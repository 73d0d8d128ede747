// BeatView — see beat_view.h.
#include "ui/screens/beat_view.h"

#include <algorithm>
#include <cmath>
#include <numbers>

namespace beatless::ui {

void draw_beat_view(ImDrawList* dl, const BeatPulse& p, ImVec2 p0, ImVec2 p1, const BeatViewStyle& st) {
    const float x0 = std::round(p0.x), x1 = std::round(p1.x), y0 = std::round(p0.y), y1 = std::round(p1.y);
    if (x1 - x0 < 2.0f || y1 - y0 < 2.0f) return;
    if (st.background) dl->AddRectFilled(ImVec2(x0, y0), ImVec2(x1, y1), st.background);
    const float cy = std::round(0.5f * (y0 + y1));
    const float half = std::max(1.0f, 0.5f * (y1 - y0) - std::max(1.0f, st.tick_h));
    if (p.band() == pitch::BeatBand::rough) {
        dl->AddRectFilled(ImVec2(x0, cy - 0.45f * half), ImVec2(x1, cy + 0.45f * half), st.envelope);
        return;
    }
    const double s_per_px = st.span_s / static_cast<double>(x1 - x0);
    double prev = NAN;
    BeatPulse::Walker walk(p);  // columns right to left: one pass over the history
    for (float px = x1 - 1.0f; px >= x0; px -= 1.0f) {
        const double ph = walk.phase_ago(static_cast<double>(x1 - 1.0f - px) * s_per_px);
        if (!std::isfinite(ph)) {
            prev = NAN;
            continue;
        }
        const float e = static_cast<float>(std::fabs(std::cos(std::numbers::pi * ph)));
        const float hh = std::max(1.0f, std::round(e * half));
        dl->AddRectFilled(ImVec2(px, cy - hh), ImVec2(px + 1.0f, cy + hh + 1.0f), st.envelope);
        // A null of the envelope: the phase passes k + 1/2.
        if (st.tick && std::isfinite(prev) && std::floor(prev - 0.5) != std::floor(ph - 0.5))
            dl->AddRectFilled(ImVec2(px, y1 - st.tick_h), ImVec2(px + 1.0f, y1), st.tick);
        prev = ph;
    }
}

}  // namespace beatless::ui
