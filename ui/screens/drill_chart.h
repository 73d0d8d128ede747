// Drill chart — the Drills screen's panel of small plots of a drill's progress.
//
// Each series of ui/session/drill_progress.h as a small plot over at most
// the last 30 days (a dot per day that has attempts, the tolerance band and
// the target line for holds), its label and its latest value; the targets
// that do not fit are counted, pointing to `beatless history`.
#pragma once

#include "ui/session/drill_progress.h"

#include <imgui.h>

namespace beatless::ui {

void draw_drill_progress(ImDrawList* dl, const DrillProgress& h, const Drill& drill, float x0, float y0, float w,
                         float hgt);

}  // namespace beatless::ui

▸ **TASK DIRECTIONS**
From the records above, pull out each line that has "void".

▸ **WORKED SOLUTION**
void draw_beat_view(ImDrawList* dl, const BeatPulse& p, ImVec2 p0, ImVec2 p1, const BeatViewStyle& st) {
void draw_drill_progress(ImDrawList* dl, const DrillProgress& h, const Drill& drill, float x0, float y0, float w,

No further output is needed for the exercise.